Armenians of Constantinople experienced the war years different from their counterparts in other parts of the Empire. They were not massacred or deported en masse. Therefore in the aftermath of the war, they were the ones who helped the survivors through various relief organizations. Elite, intellectual women of the Ottoman capital were very active in these endeavors and they also contributed to all other kinds of National Revival-related causes, such as fundraising, lobbying, and propaganda. In return, they asked to have a say in the decision making bodies of their community. This chapter focuses on the ways in which feminists formulated their arguments for the inseparability of the women's cause from the national cause. They established a Women's Association and began publishing a feminist fortnightly called Hay Gin (Armenian Woman)
3An Exodus and its Aftermath
This chapter focuses on one single year, from late 1922 to late 1923 when it became obvious that Armenians failed in their territorial goals. As a result of the Turkish War of Independence which was led by Mustafa Kemal, Ottoman Muslims drew the occupation forces out and forced the Allies to renegotiate a peace treaty. In the fall of 1922, after the Symrna Catastrophe (Kemalist takeover of Western Anatolia from occupying Greeks), Armenians (and Greeks) in Constantinople fled the city in panic, in anticipation of Kemalist entry to the city which could unleash violence against Christians whom Kemalists and the Muslim majority accused of collaboration with the enemy. Most people that we encountered in the first and second chapters of the book leave the city during this time. The remaining become an officially recognized minority in Turkey according to the terms of the Treaty of Lausanne.
4A Tamed Minority
The chapter looks at the communal survival strategies that Turkish Armenians crafted in order to stay put and remain safe in a place where they were unwanted by the state and by the majority. Armenians performed loyalty to the state and in returned hoped to receive freedom of religion and traditions. This formulation was gendered. Because women represented and were seen as the transmitters of tradition, they were assigned the task of ensuring the continuation of Armenianness in Turkey. The ways in which Armenians adapted to the new Turkey's conditions rested on an age-old relationship between the Ottoman state and its non-Muslims (dhimmis). But Turkey was very different from the former Empire, especially after the secularization and westernization reforms that the Kemalist Republic passed in the 1920s and 30s. Armenians welcomed these developments. This new-but-old state-minority relationship is termed "secular dhimmitude," a consciously paradoxical term.
5Can Armenian Feminism Survive the new Turkey?
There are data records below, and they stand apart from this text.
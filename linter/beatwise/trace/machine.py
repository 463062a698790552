"""Follows a kernel from its top function: every statement once, every loop body once, calls in place.

Numbers are forms, so one pass over a loop body stands for all its iterations: what the body changes enters it as a
symbol, and when the body has been followed, ``recurrence`` says what that symbol is in iteration k. A branch is
followed both ways unless its condition is known. Nothing of the user's code is ever run.
"""

from __future__ import annotations

from collections.abc import Mapping, Sequence
from dataclasses import dataclass, field, replace
from itertools import count

from beatwise.model.access import Access, Choice, Guard, StreamOperation
from beatwise.model.form import ONE, ZERO, Form, Symbol, data, symbol_form, unknown
from beatwise.model.kernel import (
    Block,
    Declare,
    Evaluate,
    Expression,
    Function,
    If,
    Leave,
    Loop,
    Lost,
    Program,
    Return,
    Statement,
    Switch,
    Variable,
)
from beatwise.model.operations import both, either, equal, negation, truth
from beatwise.model.place import Place
from beatwise.model.types import (
    ArrayType,
    IntType,
    PointerType,
    RecordType,
    ReferenceType,
    StreamType,
    Type,
    UnknownType,
    VectorType,
    VoidType,
)
from beatwise.trace.integers import fitted
from beatwise.trace.record import Recording
from beatwise.trace.state import State, joined
from beatwise.trace.values import (
    NOTHING,
    ChoiceSpot,
    Closure,
    LocalSpot,
    LostSpot,
    MemorySpot,
    Number,
    Pointer,
    Record,
    Root,
    Spot,
    Value,
    choose,
    depending,
)

STEPS_AT_MOST = 400_000  #: statements and expressions followed in one kernel
CALLS_AT_MOST = 200  #: depth of calls
RECURSION_AT_MOST = 40  #: of one function in itself


class OutOfSteps(Exception):
    """The kernel is larger than the tracer follows; raised and caught in this room."""


@dataclass(slots=True)
class Frame:
    """One activation of a function: where its variables are, and the calls that led to it."""

    function: Function
    activation: int
    roots: dict[str, Root]
    this: Spot | None
    chain: tuple[Place, ...]
    outer: Frame | None = None


@dataclass(slots=True)
class Flow:
    """How a statement ends: ``next`` is the state after it (None: it never gets there), the rest have left it."""

    next: State | None
    breaks: list[State] = field(default_factory=list)
    continues: list[State] = field(default_factory=list)
    returns: list[tuple[State, Value]] = field(default_factory=list)

    def take(self, other: Flow) -> None:
        """Adds what has left ``other``."""
        self.breaks += other.breaks
        self.continues += other.continues
        self.returns += other.returns


@dataclass(frozen=True, slots=True)
class Argument:
    """A pointer argument of the top function that is an interface."""

    name: str
    interface: str
    volatile: bool
    element_bytes: int
    array_bytes: int | None
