"""The command line: what the user typed to what they read, and an exit status.

0: done (sift: no finding at or above the threshold). 1: sift has such findings. 2: it could not be done, and one line
on standard error says why. 130: interrupted. 141: the reader of the output went away.
"""

from __future__ import annotations

import os
import re
import sys
from collections.abc import Callable, Mapping, Sequence
from dataclasses import replace
from pathlib import Path
from typing import TYPE_CHECKING, Any

import click

from beatwise import __version__
from beatwise.errors import BadSettings, UnknownName, UserError

if TYPE_CHECKING:
    from beatwise.memory.gauge import Pattern
    from beatwise.model.board import Board
    from beatwise.model.finding import Level
    from beatwise.report.gauge import Answer, Question
    from beatwise.report.sheet import Survey
    from beatwise.settings import Settings

DONE, FOUND, FAILED, INTERRUPTED, NO_READER = 0, 1, 2, 130, 141
EPILOG = (
    "Rates and times are estimates from the source and the board's profile; the synthesis report and the board decide."
)


def run(arguments: Sequence[str] | None = None) -> int:
    """Carry out a command line (without the program's name) and return the exit status."""
    from beatwise.report.output import complain

    try:
        typed = list(sys.argv[1:] if arguments is None else arguments)
        with commands.make_context("beatwise", typed) as context:
            status: int = commands.invoke(context)
        return status
    except click.exceptions.Exit as error:
        return error.exit_code
    except click.exceptions.NoArgsIsHelpError:
        complain(f"no command given; known are {', '.join(commands.commands)}; beatwise --help tells more")
        return FAILED
    except click.ClickException as error:
        complain(_mistyped(error))
        return FAILED
    except UserError as error:
        complain(str(error))
        return FAILED
    except BrokenPipeError:
        os.dup2(os.open(os.devnull, os.O_WRONLY), sys.stdout.fileno())  # so that the interpreter's last flush is quiet
        return NO_READER
    except KeyboardInterrupt:
        return INTERRUPTED


def _mistyped(error: click.ClickException) -> str:
    """One line that begins with the option that is wrong."""
    wrong = isinstance(error, click.BadParameter) and not isinstance(error, click.MissingParameter)
    if wrong and isinstance(error, click.BadParameter) and isinstance(error.param, click.Option):
        return (
            f"{error.param.opts[-1] if error.param.opts[-1].startswith('--') else error.param.opts[0]}: {error.message}"
        )
    return " ".join(error.format_message().split())


# ------------------------------------------------------------------------------------------------------- options


def _given(context: click.Context, option: click.Parameter, pairs: tuple[str, ...]) -> Mapping[str, int]:
    sizes: dict[str, int] = {}
    for pair in pairs:
        name, equals, value = pair.partition("=")
        if not equals or not re.fullmatch(r"[A-Za-z_][\w.:]*", name.strip()):
            raise click.BadParameter(f"{pair!r}: expected NAME=WHOLE NUMBER", context, option)
        try:
            sizes[name.strip()] = int(value, 0)
        except ValueError:
            raise click.BadParameter(f"{pair!r}: {value!r} is no whole number", context, option) from None
    return sizes


def _defined(context: click.Context, option: click.Parameter, definitions: tuple[str, ...]) -> tuple[str, ...]:
    for definition in definitions:
        if not re.match(r"[A-Za-z_]\w*(=|$)", definition):
            raise click.BadParameter(f"{definition!r}: expected NAME or NAME=VALUE", context, option)
    return definitions


PATH = click.Path(path_type=Path)
FILE = click.Path(exists=True, dir_okay=False, path_type=Path)
OUTPUT = click.Path(dir_okay=False, path_type=Path)
FORMS = click.Choice(["text", "json"])
HELP = {
    "board": "Memory profile: a name (hbm2-32ch is the default) or a TOML file.",
    "top": "Top function; else those with memory-mapped interface directives. Repeatable.",
    "given": "Value of a size that the source leaves open. Repeatable.",
    "include": "Folder to look for headers in. Repeatable.",
    "define": "Macro to define. Repeatable.",
    "directives": "External directive script. Repeatable.",
    "settings": "Settings; else beatwise.toml beside PATH or above it.",
    "as": "Format of the report.",
    "to": "Write the report there, in full or not at all.",
    "jobs": "Files analysed side by side; else one for each processor.",
    "skip-without-kernel": "Pass over named files that hold no kernel, as in a folder.",
}


def _option(name: str, metavar: str | None = None, *names: str, **how: Any) -> Callable[[Any], Any]:
    return click.option(f"--{name}", *names, metavar=metavar, help=HELP[name], **how)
The ways in which the Turkish state discriminated against Armenians and the legacies of the recent, violent past, pushed the community into an enclave-like existence. As Armenians turned in on themselves they cherished domesticity, conservatism, and status quo. The chapter follows the Hay Gin journal to see how both the nationalist and feminist discourses changed in its pages. Because the editor of the journal, unlike most of her peers, did not leave Turkey, her case provides an emblematic case of what Armenians had to do in order to survive the new Turkey. Feminists were faced with a dilemma. On the one hand, they wanted to continue the Armenian tradition. On the other hand, their liberal progressive ideas that demanded gender equality required a change in the hierarchical order of the community. The chapter analyzes how Hayganush Mark, Hay Gin's editor tried to resolve these challenges.
Conclusion: When History Became Destiny, a Conclusion
The chapter summarizes main points of the book. It briefly discusses its interventions into the historiography. The last part narrates how young Armenian women in early 2000s Istanbul resurged an interest in the history of Turkish Armenian feminism.